Behavioral Finance

Danger: the Only Safety

By, 07/05/2007

Yesterday's headline on MarketMinder's front page read:

"This nation will remain the land of the free only so long as it is the home of the brave."
- Elmer Davis

This is more than just a clever turn on an old saying.

The history of stock market development is defined by what we'd call "dangerous ideas." In fact, one of the only ways capital markets advance is through the generation of new ideas. It takes a good dose of bravery, and a lot of risk tolerance, to try out a new financial idea.

For an in-depth overview of the minds and ideas that made markets what they are today, Ken Fisher's book, 100 Minds That Made the Market, is a good start.


MarketMinder readers take it as axiomatic that to be a successful stock investor you have to know something others don't. If everybody knows something then it's got no power because it's already been acted upon and thus fully reflected in stock prices.

That's why you can't make any money using PE ratios. They've got no "dangerous idea" power. PEs are mundane, inane, and just sort of plain—everyone knows about them so they have no predictive power whatsoever.
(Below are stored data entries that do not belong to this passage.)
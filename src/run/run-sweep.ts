/**
 * Run a sweep: split the index range into chunks, integrate them on a piscina pool, write
 * the results in scenario order into committed segments, and publish one table (Arrow IPC,
 * Parquet or CSV; with a profile grid, a second table of profiles).
 *
 * Memory is bounded by the in-flight window (finished chunks wait in a small reorder buffer;
 * no new chunk is submitted while the window is full) and by the segment size.
 */
import * as arrow from 'apache-arrow';
import fs from 'node:fs';
import os from 'node:os';
import path from 'node:path';
import { pathToFileURL } from 'node:url';
import { Piscina } from 'piscina';
import { InputError, RunError } from '../errors.js';
import type { ColumnStatus } from '../physics/types.js';
import { resolveParams } from '../physics/params.js';
import { planSweep, shardRange } from '../plan/index.js';
import { sweepHash } from '../spec/index.js';
import type { SweepSpec } from '../spec/types.js';
import { TOOL_VERSION } from '../version.js';
import { chunkToRecordBatch } from '../io/arrow-batch.js';
import { makeStatusDictionary, resultsSchema, tableFieldsOf, type ResultsTableMeta } from '../io/arrow-schema.js';
import { profilesPathFor, resolveOutputFormat, type OutputFormat } from '../io/output-format.js';
import { profileAxis, profileChunkToRecordBatch, profilesSchema } from '../io/profile-table.js';
import { partialDirFor, SegmentStore, type PartialManifest } from '../io/segment-store.js';
import { readTableBatches } from '../io/table-reader.js';
import { publishedFiles, type TableSinkOptions } from '../io/table-sink.js';
import { failedChunk, makeChunkContext, type ChunkResult } from './compute-chunk.js';
import { countStatuses, emptyCounts, Publication } from './publication.js';
import { defaultChunkSize } from './chunks.js';
import { formatProfileGrid, profileGridPressures, type ProfileGrid } from './profile-grid.js';
import type { ProgressSink } from './progress.js';
import type { ChunkTask } from './task.js';
import { sweepWorkerFile } from './worker-file.js';
import { checkOutput, existingOutputMatches, removeStaleTemporaries } from './output-guard.js';

export interface ShardSelection {
  /** 1-based shard number */
  readonly k: number;
  readonly n: number;
}

export interface RunOptions {
  readonly spec: SweepSpec;
  readonly outPath: string;
  /** worker threads (default: all available cores) */
  readonly workers?: number;
  /** continue a partial run of the same sweep */
  readonly resume?: boolean;
  /** replace an existing output file and discard a partial run */
  readonly force?: boolean;
  readonly shard?: ShardSelection;
  /** rows per task (default from the thermal model and the range size) */
  readonly chunkSize?: number;
  /** commit a segment after this many rows ... */
  readonly segmentRows?: number;
  /** ... or after this many seconds, whichever comes first */
  readonly segmentSeconds?: number;
  readonly progress?: ProgressSink | null;
  /** stop cleanly when aborted (Ctrl-C): finished rows are committed, the run is resumable */
  readonly signal?: AbortSignal;
  /** a different worker module (tests inject faults with it) */
  readonly workerFile?: string;
  /** table format of the output (default: from the extension of outPath, else arrow) */
  readonly format?: OutputFormat;
  /** also write the profile table (profilesPathFor(outPath)): every column sampled on this pressure grid */
  readonly profiles?: ProfileGrid;
  /** writer settings (Parquet compression, row group size) */
  readonly writer?: TableSinkOptions;
  /**
   * Modules (paths or file URLs) of processes that are not built in, default export = the
   * ProcessDefinition: every worker thread registers them before computing. The caller registers
   * them in its own thread with registerProcess (src/process/registry.ts) before validating.
   */
  readonly processModules?: readonly string[];
}

export interface RunSummary {
  readonly outPath: string;
  readonly rowStart: number;
  readonly rowEnd: number;
  readonly rows: number;
  /** rows computed by this process (the rest came from an earlier, interrupted run) */
  readonly computedRows: number;
  readonly counts: Readonly<Record<ColumnStatus, number>>;
  readonly seconds: number;
  readonly workers: number;
  readonly chunkSize: number;
  /** chunks whose worker failed once and were retried */
  readonly retriedChunks: number;
  /** chunks whose worker failed twice: their rows are recorded as failed */
  readonly lostChunks: number;
  readonly interrupted: boolean;
  readonly sweepHash: string;
  /** format of the published table(s) */
  readonly format: OutputFormat;
  /** the profile table, when the run writes one */
  readonly profilesPath: string | null;
}

/**
 * Run (or resume) a sweep and publish its results table.
 * @throws InputError for outputs that cannot be used; RunError when writing fails (the partial
 *   run stays resumable).
 */
export async function runSweep(opts: RunOptions): Promise<RunSummary> {
  const t0 = performance.now();
  const spec = opts.spec;
  const plan = planSweep(spec);
  const params = resolveParams(spec.model.params);
  const hash = sweepHash(spec);
  const { start: rowStart, end: rowEnd } = opts.shard ? shardRange(plan.count, opts.shard.k, opts.shard.n) : { start: 0, end: plan.count };
  const workers = Math.max(1, Math.floor(opts.workers ?? os.availableParallelism()));
  const outPath = path.resolve(opts.outPath);
  const force = opts.force === true;
  const resume = opts.resume === true;
  const format = resolveOutputFormat(outPath, opts.format);
  const profilesPath = opts.profiles ? profilesPathFor(outPath) : null;
  const profileGrid = opts.profiles ? formatProfileGrid(opts.profiles) : undefined;
  const profilePressures = opts.profiles ? profileGridPressures(opts.profiles) : null;
  checkOutput(outPath, force, resume);
  if (profilesPath !== null && fs.existsSync(profilesPath) && !force && !resume) {
    throw new InputError(`--output: ${profilesPath} (the profile table) already exists; use --force to replace it`);
  }

  const partialDir = partialDirFor(outPath);
  const manifest: PartialManifest = {
    sweepHash: hash,
    rowStart,
    rowEnd,
    chunkSize: opts.chunkSize ?? defaultChunkSize(spec, rowEnd - rowStart, profilePressures?.length ?? 0),
    toolVersion: TOOL_VERSION,
    ...(profileGrid !== undefined ? { profileGrid } : {}),
  };
  if (force) fs.rmSync(partialDir, { recursive: true, force: true });
  for (const f of [...publishedFiles(format, outPath), ...(profilesPath ? publishedFiles(format, profilesPath) : [])]) removeStaleTemporaries(f);

  let store = fs.existsSync(partialDir) ? SegmentStore.open(partialDir) : null;
  if (store !== null && !resume) {
    throw new InputError(`--output: a partial run of ${outPath} exists (${partialDir}); use --resume to finish it or --force to start over`);
  }
  if (store !== null) {
    const m = store.manifest;
    if (m.sweepHash !== hash || m.rowStart !== rowStart || m.rowEnd !== rowEnd) {
      throw new InputError(
        `--resume: the partial run in ${partialDir} belongs to another sweep or shard (hash ${m.sweepHash.slice(0, 12)}, rows ${m.rowStart}-${m.rowEnd}); this sweep is ${hash.slice(0, 12)}, rows ${rowStart}-${rowEnd}`,
      );
    }
    if (m.profileGrid !== profileGrid) {
      const had = m.profileGrid === undefined ? 'without --profiles' : `with --profiles ${m.profileGrid}`;
      throw new InputError(`--resume: the partial run in ${partialDir} was started ${had}; resume it with the same --profiles (or start over with --force)`);
    }
  } else if (fs.existsSync(partialDir)) {
    // a folder without a readable manifest: a crash while creating it
    fs.rmSync(partialDir, { recursive: true, force: true });
  }
  if (resume && fs.existsSync(outPath)) {
    if (await existingOutputMatches(outPath, manifest, profilesPath)) {
      store?.remove();
      return finishedSummary(outPath, manifest, workers, t0, hash, format, profilesPath);
    }
    if (!force) throw new InputError(`--resume: ${outPath} exists but is not a finished run of this sweep; use --force to replace it`);
  }
  store ??= SegmentStore.create(partialDir, manifest);
  const chunkSize = store.manifest.chunkSize;

  const meta: ResultsTableMeta = {
    ...tableFieldsOf(spec),
    sweepJson: JSON.stringify(spec),
    sweepHash: hash,
    toolVersion: TOOL_VERSION,
    params,
    pointCount: plan.count,
    rowStart,
    rowEnd,
    shard: opts.shard ? `${opts.shard.k}/${opts.shard.n}` : '1/1',
    blockLabels: plan.hasBlocks ? ['A', 'B', ...plan.axisNames.map((n) => `AB_${n}`)] : null,
  };
  const schema = resultsSchema(meta);
  const dictionary = makeStatusDictionary();
  const pSchema = profileGrid !== undefined ? profilesSchema(meta, profileGrid) : null;
  const axis = profilePressures !== null ? profileAxis(profilePressures, params) : null;

  const publication = await Publication.open(
    format,
    { path: outPath, schema },
    dictionary,
    profilesPath !== null && pSchema !== null ? { path: profilesPath, schema: pSchema } : null,
    partialDir,
    opts.writer,
  );
  try {
    await publication.replay(store);
  } catch (err) {
    await publication.abort();
    throw err;
  }
  const resumeFrom = store.committedEnd();
  opts.progress?.replayed?.(resumeFrom - rowStart);
  const chunks: Array<[number, number]> = [];
  for (let s = resumeFrom; s < rowEnd; s += chunkSize) chunks.push([s, Math.min(s + chunkSize, rowEnd)]);

  const ctx = makeChunkContext(spec);
  // the worker keeps one context per key: the profile grid changes what a context computes
  const specKey = profileGrid === undefined ? hash : `${hash}|profiles ${profileGrid}`;
  let retriedChunks = 0;
  let lostChunks = 0;
  let interrupted = false;

  const pool =
    chunks.length === 0
      ? null
      : new Piscina<ChunkTask, ChunkResult>({
          filename: pathToFileURL(opts.workerFile ?? sweepWorkerFile()).href,
          minThreads: Math.min(workers, chunks.length),
          maxThreads: workers,
          idleTimeout: 2000,
        });

  const runChunk = async (idx: number): Promise<ChunkResult> => {
    const [s, e] = chunks[idx];
    const base: ChunkTask = opts.profiles ? { specKey, spec, start: s, end: e, profiles: opts.profiles } : { specKey, spec, start: s, end: e };
    const task: ChunkTask = opts.processModules === undefined ? base : { ...base, processModules: opts.processModules };
    try {
      return await pool!.run(task);
    } catch (first) {
      retriedChunks++;
      try {
        return await pool!.run(task);
      } catch (second) {
        lostChunks++;
        const why = second instanceof Error ? second.message : String(second);
        return failedChunk(ctx, s, e, `worker failed twice on rows ${s}-${e}: ${why}`);
      }
    }
  };

  // enough queued work that workers keep busy while the main thread commits a segment (fsync)
  const window = workers * 4 + 2;
  const finished = new Map<number, ChunkResult>();
  const inFlight = new Map<number, Promise<void>>();
  let nextSubmit = 0;
  let nextWrite = 0;
  let segBatches: arrow.RecordBatch[] = [];
  let segProfileBatches: arrow.RecordBatch[] = [];
  let segProfileRows = 0;
  let segStart = resumeFrom;
  let segEnd = resumeFrom;
  let segRows = 0;
  let lastCommit = performance.now();
  const segmentRows = opts.segmentRows ?? 262_144;
  const segmentMs = (opts.segmentSeconds ?? 3) * 1000;

  const commitSegment = async (): Promise<void> => {
    if (segBatches.length === 0) return;
    try {
      await store!.commit(segStart, segEnd, segBatches, pSchema !== null ? segProfileBatches : undefined);
    } catch (err) {
      const why = err instanceof Error ? err.message : String(err);
      throw new RunError(
        `cannot write results to ${partialDir}: ${why}. Rows ${rowStart}-${segStart} are kept; fix the problem and rerun the same command with --resume.`,
      );
    }
    await publication.append(segBatches, pSchema !== null ? segProfileBatches : null);
    segBatches = [];
    segProfileBatches = [];
    segProfileRows = 0;
    segStart = segEnd;
    segRows = 0;
    lastCommit = performance.now();
  };

  const onAbort = (): void => {
    interrupted = true;
  };
  opts.signal?.addEventListener('abort', onAbort);
  if (opts.signal?.aborted) interrupted = true;
  try {
    while (nextWrite < chunks.length) {
      while (!interrupted && nextSubmit < chunks.length && nextSubmit - nextWrite < window) {
        const idx = nextSubmit++;
        inFlight.set(
          idx,
          runChunk(idx).then((r) => {
            finished.set(idx, r);
            inFlight.delete(idx);
          }),
        );
      }
      const ready = finished.get(nextWrite);
      if (ready !== undefined) {
        finished.delete(nextWrite);
        nextWrite++;
        segBatches.push(chunkToRecordBatch(ready, schema, dictionary));
        if (pSchema !== null && axis !== null) {
          const pb = profileChunkToRecordBatch(ready, pSchema, axis);
          if (pb === null) throw new RunError(`rows ${ready.start}-${ready.end} came back without their profiles`);
          segProfileBatches.push(pb);
          segProfileRows += pb.numRows;
        }
        segEnd = ready.end;
        segRows += ready.end - ready.start;
        // profile rows are 7 numbers each: a segment holds at most 8 x segmentRows of them
        if (segRows >= segmentRows || segProfileRows >= segmentRows * 8 || performance.now() - lastCommit >= segmentMs) await commitSegment();
        opts.progress?.update(segEnd - rowStart);
        continue;
      }
      if (inFlight.size === 0) break; // interrupted: nothing more will arrive
      await Promise.race(inFlight.values());
    }
    await commitSegment();
  } catch (err) {
    await publication.abort();
    throw err;
  } finally {
    opts.signal?.removeEventListener('abort', onAbort);
    // wait for running tasks so no worker writes after we return
    await Promise.allSettled(inFlight.values());
    await pool?.destroy();
  }

  const computedRows = segEnd - resumeFrom;
  if (interrupted && segEnd < rowEnd) {
    await publication.abort();
    opts.progress?.finish(segEnd - rowStart);
    return {
      outPath, rowStart, rowEnd, rows: segEnd - rowStart, computedRows, counts: emptyCounts(),
      seconds: (performance.now() - t0) / 1000, workers, chunkSize, retriedChunks, lostChunks, interrupted: true, sweepHash: hash,
      format, profilesPath,
    };
  }
  opts.progress?.finish(rowEnd - rowStart);
  await publication.publish();
  store.remove();
  return {
    outPath, rowStart, rowEnd, rows: rowEnd - rowStart, computedRows, counts: publication.counts,
    seconds: (performance.now() - t0) / 1000, workers, chunkSize, retriedChunks, lostChunks, interrupted: false, sweepHash: hash,
    format, profilesPath,
  };
}

async function finishedSummary(
  outPath: string, manifest: PartialManifest, workers: number, t0: number, hash: string, format: OutputFormat, profilesPath: string | null,
): Promise<RunSummary> {
  const counts = emptyCounts();
  let rows = 0;
  for await (const batch of readTableBatches(outPath)) {
    countStatuses(batch, counts);
    rows += batch.numRows;
  }
  return {
    outPath, rowStart: manifest.rowStart, rowEnd: manifest.rowEnd, rows, computedRows: 0, counts,
    seconds: (performance.now() - t0) / 1000, workers, chunkSize: manifest.chunkSize, retriedChunks: 0, lostChunks: 0,
    interrupted: false, sweepHash: hash, format, profilesPath,
  };
}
But once upon a time, when PEs were first thought of, they were a very dangerous, powerful idea.

Every great idea, particularly at its inception, is considered crazy. Outlandish, loony ideas are what markets are all about. Coming off the 231st birthday of the US, we spent some time reflecting on the nature of dangerous ideas. Most folks have a problem with dangerous ideas because they threaten the norm and explode whatever is established. A dangerous idea is about change, and that in itself is dangerous to most.

The founding of America was one of the great dangerous ideas in world history; today it's the most successful human experiment ever. Einstein's theories of relativity, which destroyed centuries of canonized scientific "facts" are today standard physical law. (And now even Einstein's ideas are being questioned!) Just 20 years ago the idea of buying a public firm with nothing but a bunch of high yield debt was simply ludicrous; today LBOs and private equity in general are booming as mainstream forms of investment.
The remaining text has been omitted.